What are some examples of the norm for a map of elliptic curves? Given the canonical map $\mathbb{C}[x] \to \mathbb{C}[x,y]/(y^2 - x(x-1)(x-2))$, how can I compute the norm of a $\mathbb{C}(x)$-algebra morphism
$$
\text{Frac}\left( \frac{\mathbb{C}[x,y]}{(y^2 - x(x-1)(x-2))} \right) \xrightarrow{\cdot r} \text{Frac}\left( \frac{\mathbb{C}[x,y]}{(y^2 - x(x-1)(x-2))} \right)
$$
for some $r \in \mathbb{C}(x)$? I am trying to understand how to construct example computations of proper pushforward for maps of curves using the formula at the bottom of page 9 of http://www.cmi.ac.in/~asengupta/Intersection_Theory.pdf

Thank you, Mohan. Given
$$f + g\cdot y \in \text{Frac}\left( \frac{\mathbb{C}[x,y]}{(y^2 - x(x-1)(x-2))} \right)$$
multiplying this element by $y$ gives
$$
f\cdot y + g\cdot x(x-1)(x-2)
$$
hence the matrix of the morphism is given by
$$
\begin{bmatrix}
0 & x(x-1)(x-2) \\
1& 0
\end{bmatrix}
$$
giving a norm of $-x(x-1)(x-2)$.
 A: As Mohan points out in the comments, you have a small mistake in your calculation.  Let $A = \mathbb{C}[x,y]/(y^2 - x(x-1)(x-2))$ and $K = \operatorname{Frac}(A)$.  The matrix of the multiplication-by-$y$ map
\begin{align*}
\lambda_y: K &\to K\\
g(x,y) &\mapsto y g(x,y)
\end{align*}
with respect to the basis $1,y$ is
\begin{align*}
\begin{bmatrix}
0 & x(x-1)(x-2) \\
1 & 0
\end{bmatrix}
\end{align*}
and the norm is the determinant of this matrix.  Note that this only gives you the norm of $y$: to compute the norm of a general element $g + hy$ you can either repeat the computation or use the fact that $\lambda: K \to \operatorname{End}(K)$ is a $\mathbb{C}(x)$-algebra homomorphism.
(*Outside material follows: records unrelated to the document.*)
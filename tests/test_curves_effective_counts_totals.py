"""Effective counts (Hamling et al. 2008, Stat Med 27:954) that take their two side
conditions from the table's own counts or totals.

The check throughout is Greenland & Longnecker (1992, Am J Epidemiol 135:1301): on a
crude table, whose ratios and variances are computed from its counts (Woolf 1955 for
odds ratios, Poisson for rate ratios), the covariance of two log ratios is the variance
of the shared reference term, 1/A_0 + 1/B_0 (case-control) or 1/A_0 (incidence rate),
a closed form of the counts. The counts below are inputs only.
"""

from types import SimpleNamespace

import numpy as np
import pytest

from doseattr.analysis.build import log_rr_covariance
from doseattr.analysis.tables import read_study_table
from doseattr.core.curves.covariance import greenland_longnecker
from doseattr.core.curves.effective_counts import effective_counts, table_conditions
from doseattr.errors import ModelError

#: Crude case-control counts by band (reference band 0): cases A_i, controls B_i.
CASES = np.array([120.0, 95.0, 88.0, 54.0, 30.0])
CONTROLS = np.array([480.0, 310.0, 220.0, 105.0, 45.0])
#: A second crude table, reference band in the middle.
CASES_2 = np.array([45.0, 60.0, 70.0, 90.0])
CONTROLS_2 = np.array([110.0, 200.0, 120.0, 95.0])


def _woolf(a, b, ref):
    """Crude ORs and Woolf (1955) variances 1/A_i + 1/B_i + 1/A_0 + 1/B_0 (0 at ref)."""
    rr = a * b[ref] / (a[ref] * b)
    var = 1 / a + 1 / b + 1 / a[ref] + 1 / b[ref]
    var[ref] = np.nan
    return rr, var


def _with(rr, var, ref, design="case-control", **given):
    cond = table_conditions(ref=ref, design=design, **given)
    cov = effective_counts(rr, var, ref=ref, design=design, case_ratio=cond.case_ratio,
                           reference_share=cond.reference_share, share_of=cond.share_of)
    return cond, cov


@pytest.mark.parametrize("a, b, ref", [(CASES, CONTROLS, 0), (CASES_2, CONTROLS_2, 1)])
def test_crude_case_control_totals_give_the_greenland_longnecker_covariance(a, b, ref):
    """With the table's cases and controls the shared term is 1/A_0 + 1/B_0
    (closed form, Greenland & Longnecker 1992) and equals greenland_longnecker's;
    the defaults alone (case ratio 1, reference share 1/B) miss it by far more
    than the solver's error (measured, printed with -s)."""
    rr, var = _woolf(a, b, ref)
    exact = 1 / a[ref] + 1 / b[ref]
    cond, cov = _with(rr, var, ref, cases=a, totals=b)
    off = cov.cov[~np.eye(cov.cov.shape[0], dtype=bool)]
    np.testing.assert_allclose(off, exact, rtol=1e-8)
    gl = greenland_longnecker(rr, np.nan_to_num(var), a, b, design="case-control", ref=ref)
    np.testing.assert_allclose(cov.cov, gl.cov, rtol=1e-8)
    np.testing.assert_allclose(cov.pseudo_cases, a, rtol=1e-8)
    np.testing.assert_allclose(cov.pseudo_totals, b, rtol=1e-8)
    assert not any("assume" in n for n in cov.notes)
    assert any("case ratio" in n and "cases summed" in n for n in cond.notes)
    assert any("share of controls" in n for n in cond.notes)
    default = effective_counts(rr, var, ref=ref)
    excess = default.cov[0, 1] / exact - 1
    print(f"defaults overstate the shared covariance by {excess:.1%}; table totals by "
          f"{cov.cov[0, 1] / exact - 1:.1e}")
    assert abs(excess) > 0.05


def test_partial_totals_fill_only_what_they_give():
    """Controls per band with an overall total of cases pin both conditions, so
    the counts are again exact; cases per band with the total of controls use the
    cases' share A_0/sum A (the same truth, so exact too); cases alone give the
    share but leave the case ratio at its default, which is noted."""
    a, b, ref = CASES, CONTROLS, 0
    rr, var = _woolf(a, b, ref)
    exact = 1 / a[ref] + 1 / b[ref]
    _, cov = _with(rr, var, ref, totals=b, total_cases=a.sum())
    np.testing.assert_allclose(cov.cov[0, 1], exact, rtol=1e-8)
    cond, cov = _with(rr, var, ref, cases=a, total_noncases=b.sum())
    assert cond.share_of == "cases"
    np.testing.assert_allclose(cov.cov[0, 1], exact, rtol=1e-8)
    np.testing.assert_allclose(cov.pseudo_cases, a, rtol=1e-8)
    partial = np.where(np.arange(a.size) == ref, a, np.nan)    # only the reference cases
    cond, cov = _with(rr, var, ref, cases=partial, total_cases=a.sum())
    assert cond.case_ratio is None and cond.share_of == "cases"
    assert any("as many cases as non-cases" in n for n in cov.notes)
    np.testing.assert_allclose(cov.pseudo_cases[ref] / cov.pseudo_cases.sum(),
                               a[ref] / a.sum(), rtol=1e-8)


@pytest.mark.parametrize("given", ["cases", "person_time"])
def test_crude_incidence_rate_totals_give_the_shared_reference_variance(given):
    """Poisson variances 1/A_i + 1/A_0 of crude rate ratios: the reference band's
    share of cases, or of person-time (T_i proportional to A_i/RR_i), pins A_0, so
    the covariance is 1/A_0 (Greenland & Longnecker 1992)."""
    a = np.array([30.0, 45.0, 60.0, 50.0])
    pt = np.array([1.0e4, 9.0e3, 8.0e3, 5.0e3])
    rr = (a / pt) / (a[0] / pt[0])
    var = np.r_[np.nan, 1 / a[1:] + 1 / a[0]]
    kw = {"cases": a} if given == "cases" else {"totals": pt}
    cond, cov = _with(rr, var, 0, design="incidence-rate", **kw)
    assert cond.share_of == ("cases" if given == "cases" else "totals")
    np.testing.assert_allclose(cov.cov[0, 1], 1 / a[0], rtol=1e-8)
    gl = greenland_longnecker(rr, np.nan_to_num(var), a, pt, design="incidence-rate", ref=0)
    np.testing.assert_allclose(cov.cov, gl.cov, rtol=1e-8)
    default = effective_counts(rr, var, ref=0, design="incidence-rate")
    assert abs(default.cov[0, 1] * a[0] - 1) > 0.05


def test_nothing_given_keeps_todays_defaults():
    rr, var = _woolf(CASES, CONTROLS, 0)
    cond = table_conditions(ref=0)
    assert (cond.case_ratio, cond.reference_share, cond.notes) == (None, None, ())
    _, cov = _with(rr, var, 0)
    np.testing.assert_array_equal(cov.cov, effective_counts(rr, var, ref=0).cov)


def test_bad_totals_are_refused():
    with pytest.raises(ModelError, match="cases must be positive"):
        table_conditions(ref=0, cases=[10.0, -1.0])
    with pytest.raises(ModelError, match="total controls must be positive"):
        table_conditions(ref=0, total_noncases=0.0)
    with pytest.raises(ModelError, match="share_of"):
        effective_counts([1.0, 1.5], [np.nan, 0.04], ref=0, reference_share=0.5,
                         share_of="people")


def test_build_uses_the_study_tables_counts_and_says_so(tmp_path):
    """covariance = "effective-counts" on a table with counts: the analysis takes
    the counts' totals (note names them), and on a crude table the result is the
    Greenland & Longnecker covariance from the same counts."""
    rr, var = _woolf(CASES, CONTROLS, 0)
    lo, hi = rr * np.exp(-1.959963984540054 * np.sqrt(var)), rr * np.exp(
        1.959963984540054 * np.sqrt(var))
    rows = ["lower,upper,rr,ci_lower,ci_upper,cases,controls"]
    for i, (r, lw, up) in enumerate(zip(rr.tolist(), lo.tolist(), hi.tolist())):
        ci = ",,," if i == 0 else f",{lw!r},{up!r},"
        upper = "" if i == rr.size - 1 else str(10 * (i + 1))
        rows.append(f"{10 * i},{upper},{r!r}{ci}{CASES[i]:g},{CONTROLS[i]:g}")
    path = tmp_path / "bands.csv"
    path.write_text("\n".join(rows) + "\n")
    table = read_study_table(path, design="case-control")
    spec = SimpleNamespace(covariance="effective-counts", design="case-control",
                           total_cases=None, total_noncases=None)
    cov, warnings, notes = log_rr_covariance(spec, table)
    assert cov.method == "effective-counts" and warnings == []
    np.testing.assert_allclose(cov.cov[0, 1], 1 / CASES[0] + 1 / CONTROLS[0], rtol=1e-7)
    assert any("from the table's cases summed over the bands" in n for n in notes)
    assert not any("assume" in n for n in notes)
Here's a slightly different argument you could make.  The extension $K/\mathbb{C}(x)$ is of degree $2$, hence is Galois.  Thus an equivalent definition of the norm of $\alpha \in K$ is the product of all Galois conjugates of $\alpha$.  The conjugate of $g + hy$ is simply $g - hy$, so
$$
N_{K/\mathbb{C}(x)}(g + hy) = (g + hy)(g - hy) = g^2 - h^2 y^2 = g^2 - h^2 x(x-1)(x-2) \, .
$$
Compare this to the norm of a quadratic number field: if $K = \mathbb{Q}[\sqrt{D}]$ for $D$ square-free, then for $\alpha = a + b\sqrt{D}$, the norm of $\alpha$ is
\begin{align*}
N(\alpha) = \alpha \sigma(\alpha) = (a + b\sqrt{D})(a - b\sqrt{D}) = a^2 - b^2D
\end{align*}
where $\sigma$ is the nontrivial element of $\operatorname{Gal}(\mathbb{Q}(\sqrt{D})/\mathbb{Q})$.